■ TASK ■
Find each line below where the word "Math" occurs, and copy it.

⁂

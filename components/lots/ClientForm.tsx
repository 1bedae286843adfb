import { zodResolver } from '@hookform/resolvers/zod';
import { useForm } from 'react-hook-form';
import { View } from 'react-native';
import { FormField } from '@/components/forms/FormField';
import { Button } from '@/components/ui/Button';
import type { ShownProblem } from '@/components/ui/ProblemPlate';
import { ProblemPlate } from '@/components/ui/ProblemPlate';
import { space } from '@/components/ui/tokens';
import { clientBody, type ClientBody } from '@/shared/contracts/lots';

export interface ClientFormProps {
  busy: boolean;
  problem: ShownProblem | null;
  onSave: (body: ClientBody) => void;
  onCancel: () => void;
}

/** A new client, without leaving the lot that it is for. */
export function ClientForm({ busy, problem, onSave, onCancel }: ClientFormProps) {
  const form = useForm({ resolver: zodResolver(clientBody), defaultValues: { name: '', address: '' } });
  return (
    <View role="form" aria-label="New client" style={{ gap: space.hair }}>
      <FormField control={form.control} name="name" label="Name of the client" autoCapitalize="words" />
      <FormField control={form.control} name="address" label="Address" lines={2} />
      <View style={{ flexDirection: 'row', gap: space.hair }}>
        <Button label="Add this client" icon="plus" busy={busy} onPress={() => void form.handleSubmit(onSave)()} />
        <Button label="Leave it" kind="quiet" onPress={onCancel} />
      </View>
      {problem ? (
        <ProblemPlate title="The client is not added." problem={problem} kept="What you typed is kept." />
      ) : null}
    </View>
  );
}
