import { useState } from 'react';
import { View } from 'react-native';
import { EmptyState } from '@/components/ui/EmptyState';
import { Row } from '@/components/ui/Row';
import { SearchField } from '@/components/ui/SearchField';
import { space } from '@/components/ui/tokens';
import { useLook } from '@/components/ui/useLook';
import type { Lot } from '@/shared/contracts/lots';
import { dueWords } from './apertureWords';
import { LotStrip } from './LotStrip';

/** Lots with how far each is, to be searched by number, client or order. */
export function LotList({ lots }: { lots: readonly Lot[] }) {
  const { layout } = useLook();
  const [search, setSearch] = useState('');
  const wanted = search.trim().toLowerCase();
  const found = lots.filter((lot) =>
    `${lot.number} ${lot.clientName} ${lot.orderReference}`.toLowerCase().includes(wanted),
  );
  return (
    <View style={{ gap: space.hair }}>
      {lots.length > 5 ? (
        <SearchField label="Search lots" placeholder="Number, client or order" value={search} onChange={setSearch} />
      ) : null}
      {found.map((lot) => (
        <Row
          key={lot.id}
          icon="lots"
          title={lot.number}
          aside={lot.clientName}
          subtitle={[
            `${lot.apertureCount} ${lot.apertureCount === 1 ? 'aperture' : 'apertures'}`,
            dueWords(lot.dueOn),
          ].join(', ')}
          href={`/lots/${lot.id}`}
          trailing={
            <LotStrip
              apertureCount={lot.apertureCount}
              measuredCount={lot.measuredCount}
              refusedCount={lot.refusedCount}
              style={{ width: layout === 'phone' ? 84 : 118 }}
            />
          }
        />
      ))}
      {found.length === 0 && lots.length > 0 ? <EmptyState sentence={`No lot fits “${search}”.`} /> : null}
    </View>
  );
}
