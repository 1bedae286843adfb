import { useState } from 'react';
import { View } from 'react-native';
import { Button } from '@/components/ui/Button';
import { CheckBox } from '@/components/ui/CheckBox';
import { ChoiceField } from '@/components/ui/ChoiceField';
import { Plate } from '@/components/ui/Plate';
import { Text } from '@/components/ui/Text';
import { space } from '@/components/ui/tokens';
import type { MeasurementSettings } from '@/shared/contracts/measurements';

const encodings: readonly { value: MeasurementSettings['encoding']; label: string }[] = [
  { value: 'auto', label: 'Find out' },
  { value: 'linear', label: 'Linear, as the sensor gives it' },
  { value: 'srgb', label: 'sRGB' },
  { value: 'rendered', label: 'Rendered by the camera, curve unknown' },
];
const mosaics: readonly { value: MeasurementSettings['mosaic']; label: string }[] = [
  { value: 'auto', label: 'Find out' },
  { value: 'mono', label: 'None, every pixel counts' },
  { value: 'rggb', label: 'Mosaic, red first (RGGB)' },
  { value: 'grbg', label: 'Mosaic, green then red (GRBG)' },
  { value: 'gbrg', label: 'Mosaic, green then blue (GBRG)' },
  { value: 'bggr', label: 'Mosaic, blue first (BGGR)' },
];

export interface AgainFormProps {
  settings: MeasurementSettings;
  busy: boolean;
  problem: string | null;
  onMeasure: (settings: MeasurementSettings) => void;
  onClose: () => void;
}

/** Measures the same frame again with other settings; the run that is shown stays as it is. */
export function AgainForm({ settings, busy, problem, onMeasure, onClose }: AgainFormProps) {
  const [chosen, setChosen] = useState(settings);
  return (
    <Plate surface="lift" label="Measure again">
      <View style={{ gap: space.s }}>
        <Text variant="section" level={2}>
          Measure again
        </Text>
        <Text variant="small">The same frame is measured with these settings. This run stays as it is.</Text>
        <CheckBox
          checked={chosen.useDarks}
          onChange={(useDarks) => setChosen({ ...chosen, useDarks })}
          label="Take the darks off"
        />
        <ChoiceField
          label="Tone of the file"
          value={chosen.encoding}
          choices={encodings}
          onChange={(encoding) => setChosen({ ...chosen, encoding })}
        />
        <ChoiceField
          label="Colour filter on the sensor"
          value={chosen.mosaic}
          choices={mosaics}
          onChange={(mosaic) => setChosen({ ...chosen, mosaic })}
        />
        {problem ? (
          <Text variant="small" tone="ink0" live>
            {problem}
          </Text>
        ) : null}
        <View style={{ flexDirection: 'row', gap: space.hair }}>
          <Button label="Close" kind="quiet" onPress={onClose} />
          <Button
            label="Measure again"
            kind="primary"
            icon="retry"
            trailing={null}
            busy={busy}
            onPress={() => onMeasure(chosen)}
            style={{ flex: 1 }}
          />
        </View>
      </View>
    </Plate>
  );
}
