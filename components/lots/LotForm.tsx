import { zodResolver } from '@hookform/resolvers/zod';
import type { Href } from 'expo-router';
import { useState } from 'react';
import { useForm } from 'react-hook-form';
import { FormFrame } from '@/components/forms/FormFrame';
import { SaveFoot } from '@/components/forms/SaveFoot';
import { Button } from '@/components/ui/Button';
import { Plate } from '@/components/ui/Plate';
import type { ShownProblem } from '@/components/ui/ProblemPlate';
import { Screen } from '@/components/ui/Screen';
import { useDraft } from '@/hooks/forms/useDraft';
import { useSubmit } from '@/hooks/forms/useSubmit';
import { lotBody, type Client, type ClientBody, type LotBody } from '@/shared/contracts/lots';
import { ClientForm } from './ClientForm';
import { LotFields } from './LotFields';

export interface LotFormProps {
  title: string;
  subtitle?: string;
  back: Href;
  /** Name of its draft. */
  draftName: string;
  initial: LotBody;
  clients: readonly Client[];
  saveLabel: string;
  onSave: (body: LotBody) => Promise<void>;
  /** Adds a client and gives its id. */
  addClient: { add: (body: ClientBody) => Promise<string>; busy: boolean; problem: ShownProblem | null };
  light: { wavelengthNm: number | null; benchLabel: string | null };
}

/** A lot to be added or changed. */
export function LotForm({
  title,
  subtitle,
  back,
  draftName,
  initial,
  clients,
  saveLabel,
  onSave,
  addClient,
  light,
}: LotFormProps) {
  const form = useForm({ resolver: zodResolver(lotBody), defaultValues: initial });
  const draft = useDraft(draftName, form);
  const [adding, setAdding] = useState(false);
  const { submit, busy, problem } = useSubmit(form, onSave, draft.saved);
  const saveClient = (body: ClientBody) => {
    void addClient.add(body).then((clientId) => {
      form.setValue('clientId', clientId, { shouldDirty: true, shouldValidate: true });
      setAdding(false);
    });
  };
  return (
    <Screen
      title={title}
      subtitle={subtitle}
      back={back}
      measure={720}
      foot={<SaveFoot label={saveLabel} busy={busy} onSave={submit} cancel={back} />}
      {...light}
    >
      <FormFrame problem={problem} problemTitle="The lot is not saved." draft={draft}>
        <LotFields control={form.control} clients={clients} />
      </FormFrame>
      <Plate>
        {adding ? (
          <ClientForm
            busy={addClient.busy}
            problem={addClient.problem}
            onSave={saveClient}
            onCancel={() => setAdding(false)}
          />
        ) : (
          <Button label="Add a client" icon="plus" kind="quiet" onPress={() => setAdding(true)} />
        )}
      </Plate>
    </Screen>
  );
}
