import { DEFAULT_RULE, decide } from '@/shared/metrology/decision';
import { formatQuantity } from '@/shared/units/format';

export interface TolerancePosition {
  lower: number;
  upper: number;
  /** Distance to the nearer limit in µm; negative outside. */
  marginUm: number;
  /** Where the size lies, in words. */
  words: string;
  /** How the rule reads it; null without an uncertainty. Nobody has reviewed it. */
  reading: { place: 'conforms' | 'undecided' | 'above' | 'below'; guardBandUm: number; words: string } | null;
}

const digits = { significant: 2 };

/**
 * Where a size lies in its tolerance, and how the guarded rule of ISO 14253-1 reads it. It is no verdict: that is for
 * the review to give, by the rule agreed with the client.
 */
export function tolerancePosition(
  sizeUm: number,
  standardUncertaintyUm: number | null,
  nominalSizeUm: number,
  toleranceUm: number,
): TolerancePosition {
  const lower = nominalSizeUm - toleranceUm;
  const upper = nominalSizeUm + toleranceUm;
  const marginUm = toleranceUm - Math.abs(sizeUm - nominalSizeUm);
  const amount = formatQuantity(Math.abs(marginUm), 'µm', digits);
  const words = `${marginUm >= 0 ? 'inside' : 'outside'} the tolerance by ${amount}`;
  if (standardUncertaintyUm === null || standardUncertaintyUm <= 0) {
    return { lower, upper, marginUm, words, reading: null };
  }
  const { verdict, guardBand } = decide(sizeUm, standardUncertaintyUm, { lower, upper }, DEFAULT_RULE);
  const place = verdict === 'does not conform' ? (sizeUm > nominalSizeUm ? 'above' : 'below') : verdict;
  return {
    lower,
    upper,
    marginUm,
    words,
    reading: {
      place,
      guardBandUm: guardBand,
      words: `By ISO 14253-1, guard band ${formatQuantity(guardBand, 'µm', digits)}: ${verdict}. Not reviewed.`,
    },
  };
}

⁂

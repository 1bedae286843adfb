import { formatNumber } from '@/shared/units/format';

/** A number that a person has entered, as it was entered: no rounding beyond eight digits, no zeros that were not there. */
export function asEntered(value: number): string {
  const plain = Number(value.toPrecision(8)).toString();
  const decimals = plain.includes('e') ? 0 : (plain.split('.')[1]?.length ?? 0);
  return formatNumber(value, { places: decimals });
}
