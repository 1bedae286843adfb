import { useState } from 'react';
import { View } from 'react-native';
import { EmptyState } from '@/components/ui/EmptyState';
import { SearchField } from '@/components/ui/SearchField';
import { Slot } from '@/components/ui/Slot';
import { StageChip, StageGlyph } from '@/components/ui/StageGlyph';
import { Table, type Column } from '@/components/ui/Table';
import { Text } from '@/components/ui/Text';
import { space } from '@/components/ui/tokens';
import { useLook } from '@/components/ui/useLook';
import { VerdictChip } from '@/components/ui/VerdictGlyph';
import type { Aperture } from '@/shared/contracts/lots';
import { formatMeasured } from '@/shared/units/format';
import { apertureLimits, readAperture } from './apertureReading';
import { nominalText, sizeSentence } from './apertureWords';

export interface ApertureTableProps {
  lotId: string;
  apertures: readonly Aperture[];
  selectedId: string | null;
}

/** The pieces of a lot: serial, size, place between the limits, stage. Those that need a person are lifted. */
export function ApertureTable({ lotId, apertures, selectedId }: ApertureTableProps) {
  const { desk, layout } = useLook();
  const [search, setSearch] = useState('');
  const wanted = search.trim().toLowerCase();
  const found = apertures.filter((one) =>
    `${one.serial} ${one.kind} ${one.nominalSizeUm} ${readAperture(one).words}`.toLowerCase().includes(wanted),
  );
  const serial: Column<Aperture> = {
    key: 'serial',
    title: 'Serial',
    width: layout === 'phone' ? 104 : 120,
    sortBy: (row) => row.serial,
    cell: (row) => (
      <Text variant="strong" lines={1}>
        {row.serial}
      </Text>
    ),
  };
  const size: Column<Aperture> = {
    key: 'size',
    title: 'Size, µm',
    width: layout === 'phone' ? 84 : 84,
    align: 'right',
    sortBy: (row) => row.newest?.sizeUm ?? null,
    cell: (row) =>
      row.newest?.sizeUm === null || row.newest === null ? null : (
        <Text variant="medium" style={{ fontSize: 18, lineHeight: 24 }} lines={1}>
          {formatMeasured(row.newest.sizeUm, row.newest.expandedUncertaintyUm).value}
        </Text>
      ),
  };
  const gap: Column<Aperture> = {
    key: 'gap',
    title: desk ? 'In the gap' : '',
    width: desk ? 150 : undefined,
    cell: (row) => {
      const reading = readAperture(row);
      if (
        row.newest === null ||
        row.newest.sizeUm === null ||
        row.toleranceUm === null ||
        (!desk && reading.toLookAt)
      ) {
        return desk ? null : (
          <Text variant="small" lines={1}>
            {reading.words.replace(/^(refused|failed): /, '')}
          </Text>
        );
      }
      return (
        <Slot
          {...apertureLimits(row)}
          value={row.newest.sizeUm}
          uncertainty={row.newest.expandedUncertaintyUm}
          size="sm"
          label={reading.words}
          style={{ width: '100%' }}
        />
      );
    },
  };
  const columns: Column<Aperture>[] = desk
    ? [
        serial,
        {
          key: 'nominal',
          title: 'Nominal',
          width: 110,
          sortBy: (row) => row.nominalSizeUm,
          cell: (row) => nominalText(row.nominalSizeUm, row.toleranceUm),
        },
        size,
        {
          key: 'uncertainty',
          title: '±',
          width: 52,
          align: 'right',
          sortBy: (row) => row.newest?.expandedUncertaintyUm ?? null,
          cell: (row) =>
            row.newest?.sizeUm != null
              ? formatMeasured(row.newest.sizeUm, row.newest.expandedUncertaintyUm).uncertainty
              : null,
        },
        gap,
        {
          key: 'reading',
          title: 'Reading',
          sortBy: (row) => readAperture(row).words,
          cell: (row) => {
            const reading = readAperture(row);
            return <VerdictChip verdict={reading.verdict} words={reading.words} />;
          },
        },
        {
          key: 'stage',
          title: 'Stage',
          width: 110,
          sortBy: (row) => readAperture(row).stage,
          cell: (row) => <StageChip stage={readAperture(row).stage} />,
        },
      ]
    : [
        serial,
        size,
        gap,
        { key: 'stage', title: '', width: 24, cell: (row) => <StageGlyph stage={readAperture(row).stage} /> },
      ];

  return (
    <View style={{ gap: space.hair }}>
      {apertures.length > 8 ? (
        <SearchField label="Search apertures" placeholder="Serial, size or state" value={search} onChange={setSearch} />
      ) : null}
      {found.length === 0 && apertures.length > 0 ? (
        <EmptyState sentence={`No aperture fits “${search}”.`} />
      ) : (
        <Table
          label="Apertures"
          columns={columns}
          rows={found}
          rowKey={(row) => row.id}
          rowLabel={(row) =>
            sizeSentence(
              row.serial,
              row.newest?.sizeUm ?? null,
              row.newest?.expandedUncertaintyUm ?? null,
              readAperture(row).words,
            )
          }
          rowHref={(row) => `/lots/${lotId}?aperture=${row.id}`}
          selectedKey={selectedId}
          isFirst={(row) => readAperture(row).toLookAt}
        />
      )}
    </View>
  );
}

⁂

■ EXERCISE SOLUTION ■
  const marginUm = toleranceUm - Math.abs(sizeUm - nominalSizeUm);
  const amount = formatQuantity(Math.abs(marginUm), 'µm', digits);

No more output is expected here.